Mike-R wrote:The rep recommended that I test the softened water periodically to make sure it's following the espresso machine manufacturer's recommendation of 70 ppm total TDS with as little calcium as possible. I was kind of surprised at the suggestion to test my softened water. Measuring TDS is easy enough, I guess, but my understanding is that I would have to send water samples to a lab to get specific breakdown of calcium ions.

Does anyone really send their post-softener water to a lab for analysis? That seems expensive and unnecessary to me. But I admit that I'm new to water chemistry for espresso machines, so I don't really know.
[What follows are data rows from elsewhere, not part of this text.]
/// braid's whole `fit` run against statsmodels MixedLM's fastest converging
/// optimizer among `methods` (all five when empty) on a three-wave file of
/// five cohorts of `per_cohort` participants.
fn versus_reference(work: &Path, per_cohort: usize, seed: u64, methods: &[&str]) {
    let participants = 5 * per_cohort;
    let file = work.join(format!("bench_{participants}.csv"));
    let rows = write(&design(per_cohort, 1, seed), &file);
    // braid is timed before and after statsmodels (21 runs each), and
    // statsmodels' fastest converging optimizer is timed three times, so that
    // both medians come from the same stretch of this machine's load.
    let braid_runs = || -> Vec<(f64, f64, f64)> {
        (0..21)
            .map(|_| time_braid(&file, &work.join("out_small"), false, true, false))
            .collect()
    };
    let mut runs = braid_runs();
    let braid_ll = runs[0].2;
    let full: Vec<f64> = (0..5)
        .map(|_| time_braid(&file, &work.join("out_small_all"), false, false, false).0)
        .collect();
    println!("{participants} participants, {rows} rows");
    println!(
        "  braid fit --out, with CSV and figures (median of 5): {:.3} s",
        median(full)
    );
    let script = Path::new(env!("CARGO_MANIFEST_DIR")).join("examples/bench_mixedlm.py");
    let reference = |methods: &[&str]| -> Option<serde_json::Value> {
        let o = Command::new("python3")
            .arg(&script)
            .arg(&file)
            .arg("16")
            .args(methods)
            .output()
            .expect("run python3");
        if !o.status.success() {
            println!("  statsmodels reference failed: {}", String::from_utf8_lossy(&o.stderr));
            return None;
        }
        Some(serde_json::from_slice(&o.stdout).unwrap())
    };
    let Some(r) = reference(methods) else { return };
    println!(
        "  statsmodels {} (numpy {}):",
        r["statsmodels"].as_str().unwrap_or("?"),
        r["numpy"].as_str().unwrap_or("?")
    );
    let fits = r["fits"].as_array().unwrap();
    let best = fits
        .iter()
        .filter_map(|f| f["loglik"].as_f64())
        .fold(f64::NEG_INFINITY, f64::max);
    let mut fastest: Option<(String, f64, f64)> = None;
    for f in fits {
        let method = f["method"].as_str().unwrap_or("?").to_string();
        let secs = f["seconds"].as_f64().unwrap_or(f64::NAN);
        match f["loglik"].as_f64() {
            Some(ll) => {
                let conv = f["converged"].as_bool().unwrap_or(false);
                let at_opt = (ll - best).abs() < 1e-3;
                println!("    {method:>7}: {secs:8.2} s, loglik {ll:.6}, converged {conv}, at best optimum {at_opt}");
                if conv && at_opt && fastest.as_ref().is_none_or(|b| secs < b.1) {
                    fastest = Some((method, secs, ll));
                }
            }
            None => println!("    {method:>7}: failed ({})", f["error"].as_str().unwrap_or("?")),
        }
    }
    let Some((m, first, ll)) = fastest else {
        println!("  no statsmodels optimizer converged to the best optimum");
        return;
    };
    let mut times = vec![first];
    if let Some(again) = reference(&[m.as_str(), m.as_str()]) {
        times.extend(
            again["fits"]
                .as_array()
                .unwrap()
                .iter()
                .filter_map(|f| f["seconds"].as_f64()),
        );
    }
    runs.extend(braid_runs());
    let braid_s = median(runs.iter().map(|r| r.0).collect());
    println!(
        "  braid fit --json (whole run, median of 42: 21 before and 21 after statsmodels): {braid_s:.4} s, REML loglik {braid_ll:.6}"
    );
    let shown: Vec<String> = times.iter().map(|t| format!("{t:.2}")).collect();
    let sm = median(times.clone());
    println!(
        "  ratio: statsmodels {m} median of [{}] s = {sm:.2} s / braid {braid_s:.4} s = {:.0}x; loglik difference braid − statsmodels = {:.2e}",
        shown.join(", "),
        sm / braid_s,
        braid_ll - ll
    );
}

fn large(work: &Path) {
    let file = work.join("bench_1m.csv");
    let t0 = Instant::now();
    let rows = write(&design(66_667, 50, 1_000_000), &file);
    println!(
        "large: 333,335 participants in 50 schools, {rows} rows (written in {:.1} s)",
        t0.elapsed().as_secs_f64()
    );
    let runs: Vec<(f64, f64, f64)> = (0..3)
        .map(|_| time_braid(&file, &work.join("out_large"), true, false, true))
        .collect();
    for (i, r) in runs.iter().enumerate() {
        println!(
            "  run {}: {:.2} s wall, peak RSS {:.0} MB, REML loglik {:.4}",
            i + 1,
            r.0,
            r.1,
            r.2
        );
    }
    println!("  median wall {:.2} s", median(runs.iter().map(|r| r.0).collect()));
}

/// Time `braid fit` with a school term on an 11,000,010-row file (3,666,670
/// participants in 50 schools; written when absent, about 0.5 GB): wall
/// time and peak memory of one run.
fn huge(work: &Path) {
    let file = work.join("bench_11m.csv");
    if !file.exists() {
        let t0 = Instant::now();
        let rows = write(&design(733_334, 50, 11_000_000), &file);
        println!("huge: {rows} rows written in {:.1} s", t0.elapsed().as_secs_f64());
    }
    let (wall, rss, loglik) = time_braid(&file, &work.join("out_huge"), true, false, true);
    println!(
        "huge: 11,000,010 rows with a school term: {wall:.2} s wall, peak RSS {rss:.0} MB, REML loglik {loglik:.4}"
    );
}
Any thoughts or advice?
One problem with using a TDS meter for this purpose is that it will read the same even after the water has been well softened by a conventional softening resin (where both calcium and magnesium ions are removed, and replaced with either sodium or potassium ions.)

But you don't need to send the sample out to a testing lab - - you can test the hardness yourself using a fairly simple and inexpensive drop titration kit. The cheapest and easiest are the GH & KH test kits sold online and at aquarium shops. The GH is a measure of total hardness from both calcium and magnesium ions, but it's good enough for estimating scale risk. Water is a combination of calcium hardness plus magnesium hardness, and in most natural water the magnesium is a small proportion. Your calcium hardness is always something less than your total hardness.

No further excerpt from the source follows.